Saved data entries:

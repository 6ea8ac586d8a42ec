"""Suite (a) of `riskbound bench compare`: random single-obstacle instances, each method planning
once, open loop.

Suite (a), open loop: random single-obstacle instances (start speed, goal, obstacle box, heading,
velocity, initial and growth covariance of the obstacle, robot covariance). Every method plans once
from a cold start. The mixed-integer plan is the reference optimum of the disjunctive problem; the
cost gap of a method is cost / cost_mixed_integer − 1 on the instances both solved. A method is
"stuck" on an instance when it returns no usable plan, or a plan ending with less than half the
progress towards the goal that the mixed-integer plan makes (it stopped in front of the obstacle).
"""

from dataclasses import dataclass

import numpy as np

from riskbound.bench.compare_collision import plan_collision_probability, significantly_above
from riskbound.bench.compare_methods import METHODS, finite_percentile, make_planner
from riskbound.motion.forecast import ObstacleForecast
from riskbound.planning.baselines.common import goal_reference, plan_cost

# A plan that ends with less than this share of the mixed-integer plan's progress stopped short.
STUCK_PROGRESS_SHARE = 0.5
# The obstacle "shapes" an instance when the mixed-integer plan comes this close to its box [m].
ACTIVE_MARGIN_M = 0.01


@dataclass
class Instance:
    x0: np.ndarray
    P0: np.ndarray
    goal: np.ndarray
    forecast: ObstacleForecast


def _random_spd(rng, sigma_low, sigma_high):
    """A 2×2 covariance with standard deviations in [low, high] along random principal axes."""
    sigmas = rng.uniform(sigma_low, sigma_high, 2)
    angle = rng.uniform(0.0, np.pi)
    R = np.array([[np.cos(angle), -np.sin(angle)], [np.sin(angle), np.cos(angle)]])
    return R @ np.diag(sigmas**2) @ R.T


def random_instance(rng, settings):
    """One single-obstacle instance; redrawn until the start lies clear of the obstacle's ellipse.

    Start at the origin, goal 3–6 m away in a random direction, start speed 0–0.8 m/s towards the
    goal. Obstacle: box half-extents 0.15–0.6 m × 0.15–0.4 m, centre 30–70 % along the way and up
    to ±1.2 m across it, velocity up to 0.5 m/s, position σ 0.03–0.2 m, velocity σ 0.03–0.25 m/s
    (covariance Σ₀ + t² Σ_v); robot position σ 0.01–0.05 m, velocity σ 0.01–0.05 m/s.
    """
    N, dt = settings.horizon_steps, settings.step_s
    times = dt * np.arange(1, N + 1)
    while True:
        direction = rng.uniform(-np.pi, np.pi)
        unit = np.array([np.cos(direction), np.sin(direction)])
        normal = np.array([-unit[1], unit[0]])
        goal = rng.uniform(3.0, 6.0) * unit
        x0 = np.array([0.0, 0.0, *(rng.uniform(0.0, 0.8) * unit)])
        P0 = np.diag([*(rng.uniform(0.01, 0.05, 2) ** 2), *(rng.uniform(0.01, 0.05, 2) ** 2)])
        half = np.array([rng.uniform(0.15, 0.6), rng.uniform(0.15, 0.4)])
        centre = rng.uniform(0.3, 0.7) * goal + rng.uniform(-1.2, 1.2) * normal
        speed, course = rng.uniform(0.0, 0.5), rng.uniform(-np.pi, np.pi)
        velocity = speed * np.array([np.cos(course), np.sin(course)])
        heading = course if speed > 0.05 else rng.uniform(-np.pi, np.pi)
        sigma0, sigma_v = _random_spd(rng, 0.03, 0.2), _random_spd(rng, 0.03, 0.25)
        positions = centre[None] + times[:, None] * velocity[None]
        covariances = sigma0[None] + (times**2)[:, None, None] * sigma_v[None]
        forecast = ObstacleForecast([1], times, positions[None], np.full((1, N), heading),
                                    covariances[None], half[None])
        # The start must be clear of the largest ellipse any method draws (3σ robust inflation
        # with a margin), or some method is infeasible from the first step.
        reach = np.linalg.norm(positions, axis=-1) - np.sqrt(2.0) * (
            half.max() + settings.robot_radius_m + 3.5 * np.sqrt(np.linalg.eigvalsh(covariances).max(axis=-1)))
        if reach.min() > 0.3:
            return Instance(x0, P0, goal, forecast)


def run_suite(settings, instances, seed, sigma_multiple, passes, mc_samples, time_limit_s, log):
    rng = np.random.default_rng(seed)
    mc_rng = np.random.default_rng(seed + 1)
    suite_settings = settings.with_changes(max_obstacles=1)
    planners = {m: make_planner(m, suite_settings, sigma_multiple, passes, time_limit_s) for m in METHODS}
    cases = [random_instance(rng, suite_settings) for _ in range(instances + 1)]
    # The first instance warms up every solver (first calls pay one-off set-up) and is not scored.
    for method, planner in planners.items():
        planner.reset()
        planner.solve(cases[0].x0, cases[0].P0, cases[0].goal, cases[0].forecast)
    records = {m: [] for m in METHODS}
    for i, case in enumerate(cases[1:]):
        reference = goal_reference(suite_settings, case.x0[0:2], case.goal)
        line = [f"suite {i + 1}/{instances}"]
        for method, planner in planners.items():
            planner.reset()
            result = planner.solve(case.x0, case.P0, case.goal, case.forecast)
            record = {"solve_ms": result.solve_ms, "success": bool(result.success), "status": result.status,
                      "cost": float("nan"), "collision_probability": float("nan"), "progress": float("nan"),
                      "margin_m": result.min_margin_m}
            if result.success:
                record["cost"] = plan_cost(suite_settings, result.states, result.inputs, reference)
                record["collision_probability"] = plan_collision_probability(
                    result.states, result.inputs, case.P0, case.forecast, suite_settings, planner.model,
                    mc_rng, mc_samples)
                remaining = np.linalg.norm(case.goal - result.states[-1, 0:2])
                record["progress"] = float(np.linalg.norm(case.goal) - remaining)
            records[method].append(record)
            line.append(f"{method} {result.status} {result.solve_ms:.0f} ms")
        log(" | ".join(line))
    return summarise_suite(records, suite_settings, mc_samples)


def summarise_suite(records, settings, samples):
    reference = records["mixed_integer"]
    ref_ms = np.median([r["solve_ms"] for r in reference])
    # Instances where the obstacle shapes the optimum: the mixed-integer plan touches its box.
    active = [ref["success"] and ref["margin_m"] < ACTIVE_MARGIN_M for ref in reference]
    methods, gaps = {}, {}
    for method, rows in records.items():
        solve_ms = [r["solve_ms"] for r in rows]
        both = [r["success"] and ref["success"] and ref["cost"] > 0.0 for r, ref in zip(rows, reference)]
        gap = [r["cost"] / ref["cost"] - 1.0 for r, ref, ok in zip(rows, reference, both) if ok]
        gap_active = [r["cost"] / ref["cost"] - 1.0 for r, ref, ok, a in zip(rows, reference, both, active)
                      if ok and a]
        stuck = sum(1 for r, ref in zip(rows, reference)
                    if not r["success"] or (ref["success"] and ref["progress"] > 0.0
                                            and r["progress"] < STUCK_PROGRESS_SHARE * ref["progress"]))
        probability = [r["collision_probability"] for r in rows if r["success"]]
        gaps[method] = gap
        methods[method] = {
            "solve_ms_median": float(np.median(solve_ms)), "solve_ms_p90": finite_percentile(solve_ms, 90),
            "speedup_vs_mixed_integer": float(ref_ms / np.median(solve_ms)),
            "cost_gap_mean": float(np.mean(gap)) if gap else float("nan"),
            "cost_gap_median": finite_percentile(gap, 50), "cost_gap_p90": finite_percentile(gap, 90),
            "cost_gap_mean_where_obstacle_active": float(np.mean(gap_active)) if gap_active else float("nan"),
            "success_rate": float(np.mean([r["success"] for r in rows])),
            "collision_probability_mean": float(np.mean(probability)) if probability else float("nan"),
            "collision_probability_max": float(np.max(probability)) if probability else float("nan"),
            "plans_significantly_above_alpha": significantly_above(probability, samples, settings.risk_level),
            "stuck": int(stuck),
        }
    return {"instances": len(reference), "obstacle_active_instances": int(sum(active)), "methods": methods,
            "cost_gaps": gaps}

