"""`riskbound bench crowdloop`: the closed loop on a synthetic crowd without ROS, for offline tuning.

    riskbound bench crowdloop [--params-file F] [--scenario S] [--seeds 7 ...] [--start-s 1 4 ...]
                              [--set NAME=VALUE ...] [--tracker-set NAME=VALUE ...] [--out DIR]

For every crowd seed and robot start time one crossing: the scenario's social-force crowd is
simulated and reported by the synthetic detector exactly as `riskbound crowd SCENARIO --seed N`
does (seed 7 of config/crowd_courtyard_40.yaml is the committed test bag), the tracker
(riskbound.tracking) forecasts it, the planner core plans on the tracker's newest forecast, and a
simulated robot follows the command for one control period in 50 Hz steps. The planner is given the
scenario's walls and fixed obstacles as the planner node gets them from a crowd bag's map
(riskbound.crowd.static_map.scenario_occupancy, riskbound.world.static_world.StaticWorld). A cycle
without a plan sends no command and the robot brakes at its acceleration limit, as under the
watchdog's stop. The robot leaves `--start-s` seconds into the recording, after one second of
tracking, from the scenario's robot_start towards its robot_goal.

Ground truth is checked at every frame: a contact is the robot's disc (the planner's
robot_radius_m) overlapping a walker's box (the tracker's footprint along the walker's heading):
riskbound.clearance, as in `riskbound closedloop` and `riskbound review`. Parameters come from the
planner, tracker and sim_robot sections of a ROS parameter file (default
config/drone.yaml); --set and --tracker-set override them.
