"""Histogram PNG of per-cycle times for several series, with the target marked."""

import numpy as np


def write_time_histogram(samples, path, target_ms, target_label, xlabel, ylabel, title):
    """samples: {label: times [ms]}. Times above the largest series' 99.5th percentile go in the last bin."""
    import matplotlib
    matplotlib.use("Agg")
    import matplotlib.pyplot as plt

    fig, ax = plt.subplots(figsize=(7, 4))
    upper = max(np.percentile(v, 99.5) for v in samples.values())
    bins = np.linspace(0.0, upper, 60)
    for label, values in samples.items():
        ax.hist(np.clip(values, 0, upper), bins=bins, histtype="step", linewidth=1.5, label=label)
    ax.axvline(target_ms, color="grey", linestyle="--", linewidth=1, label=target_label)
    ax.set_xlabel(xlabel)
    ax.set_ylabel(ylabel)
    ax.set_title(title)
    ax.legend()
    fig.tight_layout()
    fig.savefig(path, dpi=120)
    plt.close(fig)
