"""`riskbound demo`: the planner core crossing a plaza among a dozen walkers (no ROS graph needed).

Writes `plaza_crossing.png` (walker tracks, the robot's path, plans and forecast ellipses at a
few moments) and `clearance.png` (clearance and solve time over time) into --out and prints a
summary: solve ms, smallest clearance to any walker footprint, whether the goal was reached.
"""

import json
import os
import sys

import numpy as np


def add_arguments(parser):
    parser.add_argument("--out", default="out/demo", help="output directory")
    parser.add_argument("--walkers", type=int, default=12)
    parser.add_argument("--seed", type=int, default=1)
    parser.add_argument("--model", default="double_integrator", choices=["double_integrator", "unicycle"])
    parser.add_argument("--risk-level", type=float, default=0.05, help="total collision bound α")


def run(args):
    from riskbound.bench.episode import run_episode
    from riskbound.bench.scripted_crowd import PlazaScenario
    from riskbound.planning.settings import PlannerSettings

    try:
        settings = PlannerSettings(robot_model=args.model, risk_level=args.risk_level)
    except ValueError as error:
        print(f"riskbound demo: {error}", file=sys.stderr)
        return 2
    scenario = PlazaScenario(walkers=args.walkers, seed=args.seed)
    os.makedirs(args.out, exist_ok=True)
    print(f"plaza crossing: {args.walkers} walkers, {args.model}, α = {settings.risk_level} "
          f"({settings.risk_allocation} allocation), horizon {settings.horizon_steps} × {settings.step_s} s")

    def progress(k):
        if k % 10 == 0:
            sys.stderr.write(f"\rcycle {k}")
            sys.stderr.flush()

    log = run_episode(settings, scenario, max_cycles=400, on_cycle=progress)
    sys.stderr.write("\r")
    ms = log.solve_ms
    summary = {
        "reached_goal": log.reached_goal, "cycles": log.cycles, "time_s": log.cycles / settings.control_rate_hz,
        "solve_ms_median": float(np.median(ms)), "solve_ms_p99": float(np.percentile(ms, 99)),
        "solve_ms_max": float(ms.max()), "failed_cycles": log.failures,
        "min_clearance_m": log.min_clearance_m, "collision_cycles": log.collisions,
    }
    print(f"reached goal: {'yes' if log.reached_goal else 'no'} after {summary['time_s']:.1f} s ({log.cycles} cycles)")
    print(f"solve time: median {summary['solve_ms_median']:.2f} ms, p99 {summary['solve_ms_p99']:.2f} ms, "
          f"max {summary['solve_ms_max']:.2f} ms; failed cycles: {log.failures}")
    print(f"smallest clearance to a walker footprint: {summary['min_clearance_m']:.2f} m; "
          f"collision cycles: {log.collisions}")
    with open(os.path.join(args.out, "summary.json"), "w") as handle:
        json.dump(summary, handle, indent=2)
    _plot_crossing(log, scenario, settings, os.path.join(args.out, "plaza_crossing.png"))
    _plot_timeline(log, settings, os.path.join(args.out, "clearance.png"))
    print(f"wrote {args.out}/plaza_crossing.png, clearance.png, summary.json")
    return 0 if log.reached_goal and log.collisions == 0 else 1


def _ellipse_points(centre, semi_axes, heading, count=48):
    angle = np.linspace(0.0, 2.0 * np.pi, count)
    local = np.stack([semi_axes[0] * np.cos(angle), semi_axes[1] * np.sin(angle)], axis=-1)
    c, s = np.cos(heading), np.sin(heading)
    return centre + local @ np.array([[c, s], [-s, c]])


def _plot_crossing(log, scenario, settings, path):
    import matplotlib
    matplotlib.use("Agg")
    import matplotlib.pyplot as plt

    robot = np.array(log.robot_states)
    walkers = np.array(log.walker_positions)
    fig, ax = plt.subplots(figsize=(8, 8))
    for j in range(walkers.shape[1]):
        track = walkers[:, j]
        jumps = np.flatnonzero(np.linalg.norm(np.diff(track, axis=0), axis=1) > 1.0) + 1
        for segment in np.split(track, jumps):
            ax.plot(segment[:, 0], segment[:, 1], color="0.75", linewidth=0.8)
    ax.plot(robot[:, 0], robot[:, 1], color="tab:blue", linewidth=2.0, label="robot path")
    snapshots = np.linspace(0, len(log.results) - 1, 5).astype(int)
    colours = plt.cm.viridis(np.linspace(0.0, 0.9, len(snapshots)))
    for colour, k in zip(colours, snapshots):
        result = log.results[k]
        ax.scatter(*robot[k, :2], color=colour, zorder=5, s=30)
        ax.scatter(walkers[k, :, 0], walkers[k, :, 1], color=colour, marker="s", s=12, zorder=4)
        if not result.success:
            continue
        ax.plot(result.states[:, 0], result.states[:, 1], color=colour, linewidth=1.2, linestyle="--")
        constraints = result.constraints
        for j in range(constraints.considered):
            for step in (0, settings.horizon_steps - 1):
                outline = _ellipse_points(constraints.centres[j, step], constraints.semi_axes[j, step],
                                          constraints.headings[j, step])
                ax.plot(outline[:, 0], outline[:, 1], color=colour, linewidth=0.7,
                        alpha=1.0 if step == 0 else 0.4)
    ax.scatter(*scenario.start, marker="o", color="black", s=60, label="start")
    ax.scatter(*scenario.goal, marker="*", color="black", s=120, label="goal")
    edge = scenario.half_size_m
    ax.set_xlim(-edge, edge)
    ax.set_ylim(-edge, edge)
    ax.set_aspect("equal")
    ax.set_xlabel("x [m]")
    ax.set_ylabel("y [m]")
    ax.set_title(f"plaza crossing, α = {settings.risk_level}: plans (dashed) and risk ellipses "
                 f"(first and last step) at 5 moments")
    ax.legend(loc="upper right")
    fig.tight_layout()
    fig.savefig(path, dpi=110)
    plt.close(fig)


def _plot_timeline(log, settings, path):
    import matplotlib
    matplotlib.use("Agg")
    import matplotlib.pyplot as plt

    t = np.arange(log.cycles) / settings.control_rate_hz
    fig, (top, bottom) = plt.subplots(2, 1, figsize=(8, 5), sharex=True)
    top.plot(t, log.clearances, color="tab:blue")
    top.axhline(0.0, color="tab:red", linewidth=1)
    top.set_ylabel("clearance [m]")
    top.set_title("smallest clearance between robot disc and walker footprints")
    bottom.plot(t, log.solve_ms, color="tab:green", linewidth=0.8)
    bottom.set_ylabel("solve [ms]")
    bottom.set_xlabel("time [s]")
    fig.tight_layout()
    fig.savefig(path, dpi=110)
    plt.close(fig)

REQUIREMENT:
Could you reproduce exactly the lines of the entries above, from the one with "robot_radius_m) overlapping a" through the one with "fig, ax = plt.subplots(figsize=(7, 4))", and nothing else?

SOLUTION TO THIS TASK:
robot_radius_m) overlapping a walker's box (the tracker's footprint along the walker's heading):
riskbound.clearance, as in `riskbound closedloop` and `riskbound review`. Parameters come from the
planner, tracker and sim_robot sections of a ROS parameter file (default
config/drone.yaml); --set and --tracker-set override them.
"""Histogram PNG of per-cycle times for several series, with the target marked."""

import numpy as np


def write_time_histogram(samples, path, target_ms, target_label, xlabel, ylabel, title):
    """samples: {label: times [ms]}. Times above the largest series' 99.5th percentile go in the last bin."""
    import matplotlib
    matplotlib.use("Agg")
    import matplotlib.pyplot as plt

    fig, ax = plt.subplots(figsize=(7, 4))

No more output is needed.